I never figured I would be on the safety side of the fence like a purist
BUT, when cutting fiberglass with a high speed saw you should use a
breathing filter because of the glass fibers.
I have done it also and no I didn't use it either but thought better about
73, de Jim KG0KP
----- Original Message -----
From: "K1TTT" <K1TTT@ARRL.NET>
Sent: Friday, October 09, 2009 4:32 PM
Subject: Re: [TowerTalk] Insulators
>A carbide tipped blade in a power saw works just fine, the more teeth the
> better the cut. Be sure to use a dust catcher or do it outside and stand
> David Robbins K1TTT
> e-mail: mailto:email@example.com
> web: http://www.k1ttt.net
> AR-Cluster node: 145.69MHz or telnet://dxc.k1ttt.net
>> -----Original Message-----
>> From: jimlux [mailto:firstname.lastname@example.org]
>> Sent: Friday, October 09, 2009 21:22
>> To: email@example.com
>> Cc: firstname.lastname@example.org
>> Subject: Re: [TowerTalk] Insulators
>> email@example.com wrote:
>> > FYI:
>> > I discovered a new source for insulator material that I will be using
>> > on my 80m tower verticals.
>> > At the local 'feed store', I found 1+1/4" fiberglass ROD with a few
>> > small pre-drilled holes ... it's designed to be used as an electric
>> > fence post. The rod is VERY STRONG and should hold up quite well.

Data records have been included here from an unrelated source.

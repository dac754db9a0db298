import { previous } from './surface-mesh.ts';

/**
 * Gives each fan of faces a vertex of its own, in place in `triangles`: where fans meet that share no edge (two cones tip
 * to tip, a sheet pinched in one point), a vertex in common would let distances leak from one to the other, though no way
 * over the surface leads through a point.
 *
 * @param positions  3 a vertex
 * @param twin       half-edges as in `SurfaceMesh`
 * @returns positions with those of the new vertices after the old ones; the same array where there are none
 */
export function splitFans(positions: Float64Array, triangles: Uint32Array, twin: Int32Array): Float64Array {
  const count = positions.length / 3;
  const claimed = new Uint8Array(count);
  const seen = new Uint8Array(triangles.length);
  const copies: number[] = [];
  for (let h = 0; h < triangles.length; h++) {
    if (seen[h]) continue;
    const v = triangles[h];
    const number = claimed[v] ? count + copies.push(v) - 1 : v;
    claimed[v] = 1;
    // Round the vertex to the left, and to the right where a border stops the walk.
    let k = h;
    do {
      seen[k] = 1;
      triangles[k] = number;
      k = twin[previous(k)];
    } while (k >= 0 && k !== h);
    if (k >= 0) continue;
    for (let t = twin[h]; t >= 0; ) {
      k = t % 3 === 2 ? t - 2 : t + 1;
      if (seen[k]) break;
      seen[k] = 1;
      triangles[k] = number;
      t = twin[k];
    }
  }
  if (copies.length === 0) return positions;
  const all = new Float64Array(positions.length + 3 * copies.length);
  all.set(positions);
  copies.forEach((v, i) => {
    all.set(positions.subarray(3 * v, 3 * v + 3), positions.length + 3 * i);
  });
  return all;
}
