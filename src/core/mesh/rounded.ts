/** Places as a project keeps them: rounded, but never to the other side of a wall. */
import type { Vec3 } from '../base/vec.ts';
import type { SurfaceQueries } from './queries.ts';

/** To 0.1 µm: far below what a bench can hold, and project files stay readable. */
const DIGITS = 4;
/** More than a double has after the point at any size of part: the place stays as it is. */
const ALL = 16;

/**
 * A project holds points, not faces, and each goes to the surface nearest to it. Where a wall is so thin that the rounded
 * point would go to its other side, more digits are kept: as many as that needs.
 *
 * @param point   on the surface, mm
 * @param normal  outward, where the point was picked
 */
export function roundedPlace(queries: SurfaceQueries, point: Vec3, normal: Vec3): [number, number, number] {
  for (let digits = DIGITS; digits < ALL; digits++) {
    const k = 10 ** digits;
    // + 0 turns –0 into +0.
    const p: [number, number, number] = [
      Math.round(point[0] * k) / k + 0,
      Math.round(point[1] * k) / k + 0,
      Math.round(point[2] * k) / k + 0,
    ];
    const hit = queries.nearest(p);
    if (hit && hit.face === queries.nearest(p, Infinity, normal)?.face) return p;
  }
  return [point[0], point[1], point[2]];
}
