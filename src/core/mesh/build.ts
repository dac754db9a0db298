/** From loose facets to the surface that every later stage works on. */
import { Fault, InputError } from '../base/news.ts';
import type { RunContext } from '../base/run-context.ts';
import { orient } from './orient.ts';
import type { Soup } from './stl.ts';
import type { SurfaceMesh } from './surface-mesh.ts';
import { pairEdges } from './twins.ts';
import { weld } from './weld.ts';

/** Millimetres in one unit of the file. */
export const MM_PER_UNIT = { mm: 1, cm: 10, m: 1000, um: 0.001, inch: 25.4 } as const;

/**
 * Welds, drops facets of no area and facets drawn twice, pairs edges, winds pieces alike and outward.
 *
 * A vertex where fans meet that share no edge (two cones tip to tip) stays one vertex: whoever walks around it goes by
 * half-edges, and so stays in one fan.
 *
 * @param soup        facets, in the file's unit
 * @param unitsScale  millimetres in one unit of the file
 * @param file        name for messages
 * @throws InputError `no-area` when no facet is left
 * @throws Cancelled
 */
export function buildMesh(soup: Soup, unitsScale: number, ctx: RunContext, file = 'part'): SurfaceMesh {
  if (!(unitsScale > 0 && unitsScale < Infinity)) throw new Fault(`units scale ${unitsScale}`);
  const facets = soup.corners.length / 9;
  const welded = weld(soup.corners, ctx);
  const kept = keepFacets(welded.vertex, welded.positions, welded.distance);
  if (kept.count === 0)
    throw new InputError({
      code: 'no-area',
      file,
      place: '',
      problem: 'none of the facets has an area',
      mend: 'export the part again',
    });
  ctx.step('load', 2 * facets, 3 * facets);
  const { positions, triangles } = renumber(welded.vertex, welded.positions, kept.facetOfFace, unitsScale);
  const { partner, crowded } = pairEdges(triangles, positions.length / 3);
  const { twin, pieceOf, pieces, turned, disagreeing } = orient(positions, triangles, partner);
  let flipped = 0;
  for (const t of turned) flipped += t;
  ctx.step('load', 3 * facets, 3 * facets);
  return {
    positions,
    triangles,
    twin,
    pieceOf,
    pieces,
    faceOfFacet: kept.faceOfFacet,
    facetOfFace: kept.facetOfFace,
    bounds: boundsOf(positions),
    closed: pieces.every((p) => p.closed),
    area: pieces.reduce((s, p) => s + p.area, 0),
    volume: pieces.reduce((s, p) => s + p.volume, 0),
    mended: {
      welded: welded.joined,
      degenerate: kept.degenerate,
      duplicate: kept.duplicate,
      flipped,
      nonManifoldEdges: crowded + disagreeing,
    },
  };
}

interface Kept {
  count: number;
  faceOfFacet: Int32Array;
  facetOfFace: Int32Array;
  degenerate: number;
  duplicate: number;
}

/** A facet lower than the weld distance over its longest side has no area that was meant, and no normal to trust. */
function keepFacets(vertex: Uint32Array, x: Float64Array, distance: number): Kept {
  const facets = vertex.length / 3;
  const faceOfFacet = new Int32Array(facets).fill(-1);
  const facetOfFace = new Int32Array(facets);
  let [count, degenerate, duplicate] = [0, 0, 0];
  let size = 1 << Math.max(4, Math.ceil(Math.log2(2 * facets + 1)));
  const table = new Int32Array(size).fill(-1);
  size--;
  for (let f = 0; f < facets; f++) {
    const [a, b, c] = [vertex[3 * f], vertex[3 * f + 1], vertex[3 * f + 2]];
    if (a === b || b === c || c === a || flat(x, 3 * a, 3 * b, 3 * c, distance)) {
      degenerate++;
      continue;
    }
    const lo = Math.min(a, b, c);
    const hi = Math.max(a, b, c);
    const mid = a ^ b ^ c ^ lo ^ hi;
    let h = Math.imul(lo, 0x9e3779b1) ^ Math.imul(mid, 0x85ebca6b) ^ Math.imul(hi, 0xc2b2ae35);
    h = Math.imul(h ^ (h >>> 15), 0x2c1b3c6d);
    let s = (h ^ (h >>> 13)) & size;
    let other = table[s];
    while (other >= 0 && !sameCorners(vertex, other, lo, mid, hi)) {
      s = (s + 1) & size;
      other = table[s];
    }
    if (other >= 0) {
      duplicate++;
      continue;
    }
    table[s] = f;
    faceOfFacet[f] = count;
    facetOfFace[count++] = f;
  }
  return { count, faceOfFacet, facetOfFace: facetOfFace.slice(0, count), degenerate, duplicate };
}

function sameCorners(vertex: Uint32Array, f: number, lo: number, mid: number, hi: number): boolean {
  const [a, b, c] = [vertex[3 * f], vertex[3 * f + 1], vertex[3 * f + 2]];
  return Math.min(a, b, c) === lo && Math.max(a, b, c) === hi && (a ^ b ^ c ^ lo ^ hi) === mid;
}

function flat(x: Float64Array, a: number, b: number, c: number, distance: number): boolean {
  const ux = x[b] - x[a],
    uy = x[b + 1] - x[a + 1],
    uz = x[b + 2] - x[a + 2];
  const vx = x[c] - x[a],
    vy = x[c + 1] - x[a + 1],
    vz = x[c + 2] - x[a + 2];
  const wx = vx - ux,
    wy = vy - uy,
    wz = vz - uz;
  const nx = uy * vz - uz * vy,
    ny = uz * vx - ux * vz,
    nz = ux * vy - uy * vx;
  const longest = Math.max(
    ux * ux + uy * uy + uz * uz,
    vx * vx + vy * vy + vz * vz,
    wx * wx + wy * wy + wz * wz,
  );
  // (2 area)² = longest² · height²
  return nx * nx + ny * ny + nz * nz <= longest * distance * distance;
}

/** Vertices that kept facets use, in order of first use, in mm. */
function renumber(vertex: Uint32Array, x: Float64Array, facetOfFace: Int32Array, scale: number) {
  const number = new Int32Array(x.length / 3).fill(-1);
  const triangles = new Uint32Array(3 * facetOfFace.length);
  const positions = new Float64Array(x.length);
  let count = 0;
  for (let f = 0; f < facetOfFace.length; f++)
    for (let i = 0; i < 3; i++) {
      const v = vertex[3 * facetOfFace[f] + i];
      if (number[v] < 0) {
        number[v] = count;
        for (let k = 0; k < 3; k++) positions[3 * count + k] = x[3 * v + k] * scale;
        count++;
      }
      triangles[3 * f + i] = number[v];
    }
  return { positions: positions.slice(0, 3 * count), triangles };
}

function boundsOf(x: Float64Array): SurfaceMesh['bounds'] {
  const lo: [number, number, number] = [Infinity, Infinity, Infinity];
  const hi: [number, number, number] = [-Infinity, -Infinity, -Infinity];
  for (let i = 0; i < x.length; i++) {
    const k = i % 3;
    if (x[i] < lo[k]) lo[k] = x[i];
    if (x[i] > hi[k]) hi[k] = x[i];
  }
  return [lo, hi];
}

>> > The cost for a 6' rod is about $6 .... quite inexpensive. Cutting it
>> > into 6+" lengths is quite easy.
>> I used to use a lot of structural fiberglass in various forms. Whatever
>> you cut or drill with will get dull very quickly when working with glass
>> composites.. The glass is quite hard (harder than the steel in your
>> cutting blades).
>> If you have a diamond grit blade that works real well (like a tile saw).
>> A carbide toothed blade works fairly well, too. An abrasive cutter
>> also works, but is messy, melts the plastic matrix, and makes dust to
>> boot (which as was pointed out, is nasty stuff).
>> Don't contemplate taking a 6 foot rod and hacking it into 6"
>> insulators.. the rod might be cheap, but the sharpening costs or new
>> blades won't be.
>> I haven't tried it, but cutting it with a shear, axe, or tree branch
>> loppers might actually be a better strategy, since it would tend to
>> "cleave" the glass fibers, and it's easier to sharpen the blade when it
>> gets dull.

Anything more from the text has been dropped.